I don't think just disabling (Unchecking) PPAs is ok. It can leave packages on the system, what can cause issues with resolution of dependencies. Best way would be to remove PPAs with ppa-purge if possible, and if not then trying manually to remove all packages from PPAs repositories.

----------


## grahammechanical

You have to un-tick all those PPAs. It is most likely that they do not have repositories for saucy as yet. Think of a repository being at the end of an internet address. The repositories for 13.04 are at the end of an internet address that has 'raring' as part of the address. To upgrade to 13.10 the normal repositories for 13.04 have to have their internet addresses changed to addresses with saucy in the address line.

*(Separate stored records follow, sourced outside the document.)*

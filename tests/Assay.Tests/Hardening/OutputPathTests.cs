using Assay.Cli.Commands;
using Assay.Input;
using Assay.Model;
using Assay.Output;
using Assay.Tests.Cli;
using Assay.Tests.Features;
using Assay.Tests.Output;
using Assay.Tests.Support;

namespace Assay.Tests.Hardening;

/// <summary>An output path that names a file is a usage mistake: one line, exit 2, the file untouched; never "free space and resume".</summary>
public sealed class OutputPathTests
{
    [Fact]
    public void Every_command_that_writes_a_folder_refuses_a_file_as_its_output()
    {
        using var temp = new TempFolder();
        string input = ExtractionRunTests.WriteInput(temp, 12);
        string file = temp.File("taken.txt");
        File.WriteAllText(file, "mine");
        string expected = $"assay: {file}: is a file, not a folder; the output path names a folder to write (new, empty, or one this command wrote)";

        Check(() => ExtractCommand.Run(ExtractCommandTests.Request(input, file, "hidden"), TextWriter.Null, TextWriter.Null, CancellationToken.None));

        string run = temp.File("run");
        ExtractionRun.Execute(LanguageModel.Open(Checkpoints.Folder(FeatureExtractorTests.Spec)), input, run, new RunOptions());
        Check(() => ProbeCommand.Run(run, null, null, "cmean", file, 3, "1", TextWriter.Null));
        File.WriteAllLines(temp.File("v.txt"), ["0: lamp", "1: salt", "2: bell", "3: oar"]);
        Check(() => ZeroShotCommand.Run(Checkpoints.Folder(FeatureExtractorTests.Spec), input, temp.File("v.txt"), "{text} It is a", false,
            InputFormat.Auto, "text", "label", TextWriter.Null, file));
        Check(() => MergeCommand.Run([run, run], file, TextWriter.Null, TextWriter.Null));

        void Check(Func<int> body)
        {
            var err = new StringWriter();
            Assert.Equal(2, CommandRunner.Run(body, err));
            Assert.Equal(expected, err.ToString().TrimEnd());
            Assert.Equal("mine", File.ReadAllText(file));
        }
    }

    [Fact]
    public void Net_parameter_names_and_second_lines_never_reach_the_user() =>
        Assert.Equal("elements 5 … 9 are outside tensor 'w'",
            CommandRunner.Message(new ArgumentOutOfRangeException("first", 5, "elements 5 … 9 are outside tensor 'w'")));
}
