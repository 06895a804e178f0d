using Assay.Cli.Commands;
using Assay.Fixtures;
using Assay.Tests.Features;
using Assay.Tests.Support;
using Assay.Tokenization;

namespace Assay.Tests.Hardening;

/// <summary>A huge value in a file (a tensor name, a merges line) is shown cut with its length, never whole.</summary>
public sealed class BoundedOutputTests
{
    [Fact]
    public void Echo_keeps_short_values_and_cuts_long_ones_with_their_length()
    {
        Assert.Equal("wte.weight", Echo.Of("wte.weight"));
        string cut = Echo.Of(new string('n', 30_000_000));
        Assert.Equal(new string('n', 200) + "… (30,000,000 characters)", cut);
        // A surrogate pair is never split.
        Assert.Equal(new string('a', 199) + "… (201 characters)", Echo.Of(new string('a', 199) + "🙂"));
    }

    [Fact]
    public void Inspect_of_a_checkpoint_with_a_one_mebibyte_tensor_name_prints_a_few_kilobytes()
    {
        using var temp = new TempFolder();
        string name = new('t', 1 << 20);
        string folder = SyntheticCheckpoint.Write(FeatureExtractorTests.Spec,
            SyntheticCheckpoint.Parameters(FeatureExtractorTests.Spec).Append(new StoredParameter(name, [2], [1f, 2f])), temp.File("model"));
        var o = new StringWriter();
        InspectCommand.Run(folder, o);
        string text = o.ToString();
        Assert.True(text.Length < 20_000, $"{text.Length:N0} characters");
        Assert.Contains("… (1,048,576 characters)", text, StringComparison.Ordinal);
        // Every other row keeps the column width of the longest shown name (80), not of the long one.
        Assert.All(text.Split('\n').Where(l => l.StartsWith("  h.0.", StringComparison.Ordinal)), l => Assert.True(l.Length < 160, l));
    }

    [Fact]
    public void A_two_mebibyte_merges_line_is_echoed_cut()
    {
        using var temp = new TempFolder();
        string folder = temp.File("tok");
        Directory.CreateDirectory(folder);
        Gpt2TokenizerFiles.Write(folder);
        File.AppendAllText(Path.Combine(folder, "merges.txt"), new string('m', 2 << 20) + "\n");
        var e = Assert.Throws<TokenizerFileException>(() => TextTokenizer.OpenFolder(folder));
        Assert.True(e.Message.Length < 1000, $"{e.Message.Length:N0} characters");
        Assert.Contains("(2,097,152 characters)", e.Message, StringComparison.Ordinal);
    }
}
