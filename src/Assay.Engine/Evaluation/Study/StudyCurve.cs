namespace Assay.Evaluation;

/// <summary>Test log loss against the models' cross-entropy for one prompt and feature kind, with the fitted curve.</summary>
public sealed record StudyCurve(string Prompt, string Feature, IReadOnlyList<(double CrossEntropy, double LogLoss)> Points, SquareRootFit Fit);
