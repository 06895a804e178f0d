namespace Assay.Evaluation;

/// <summary>One cell of a study: a feature kind of one model under one prompt, scored on the test texts.</summary>
/// <param name="Model">Model name.</param>
/// <param name="Prompt">Prompt name.</param>
/// <param name="Feature">Feature kind as the study file names it.</param>
/// <param name="Width">Features a row (0 for zero-shot).</param>
/// <param name="TrainRows">Rows the probe was fitted on (0 for zero-shot).</param>
/// <param name="InverseRegularization">C, the inverse regularization strength chosen by cross-validation (null for zero-shot).</param>
/// <param name="Score">Test accuracy with its bootstrap interval, log loss, macro-F1 and confusion.</param>
public sealed record StudyCell(string Model, string Prompt, string Feature, int Width, int TrainRows, double? InverseRegularization, ClassificationReport Score);
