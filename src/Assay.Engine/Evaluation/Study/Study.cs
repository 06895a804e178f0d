using System.Globalization;
using System.Text.Json;
using System.Text.Json.Nodes;
using Assay.Features;
using Assay.Input;
using Assay.Model;
using Assay.Output;

namespace Assay.Evaluation;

The upgrade manager cannot find repositories for those PPAs because the maintainers of the PPAs have not provided an internet address with saucy in the address line for those applications. And so you are meeting two out of the three reasons for the failure to upgrade. You are upgrading to a pre-release version of Ubuntu and you have unofficial software packages not supported by Ubuntu. The Upgrade Manager cannot work out exactly what there is on your system that can be upgraded to 13.10 code.

Regards.

----------


## Chelidze

> You have to un-tick all those PPAs. It is most likely that they do not have repositories for saucy as yet. Think of a repository being at the end of an internet address. The repositories for 13.04 are at the end of an internet address that has 'raring' as part of the address. To upgrade to 13.10 the normal repositories for 13.04 have to have their internet addresses changed to addresses with saucy in the address line.
> 
> The upgrade manager cannot find repositories for those PPAs because the maintainers of the PPAs have not provided an internet address with saucy in the address line for those applications. And so you are meeting two out of the three reasons for the failure to upgrade. You are upgrading to a pre-release version of Ubuntu and you have unofficial software packages not supported by Ubuntu. The Upgrade Manager cannot work out exactly what there is on your system that can be upgraded to 13.10 code.
> 
> Regards.


I did that but same issue do not know why should I reboot and try again ??

----------


## mc4man

Did you update your sources after removing ppa's?

----------


## Chelidze

> Did you update your sources after removing ppa's?


Yes but no luck

----------


## craig10x

That is the problem with having too many ppas if you want to use the upgrade method...I only has 2 ppas (Chrome and Oracle Java) and i removed the Java and the PPA before upgrading and unchecked the Chrome ppa and it went very smooth....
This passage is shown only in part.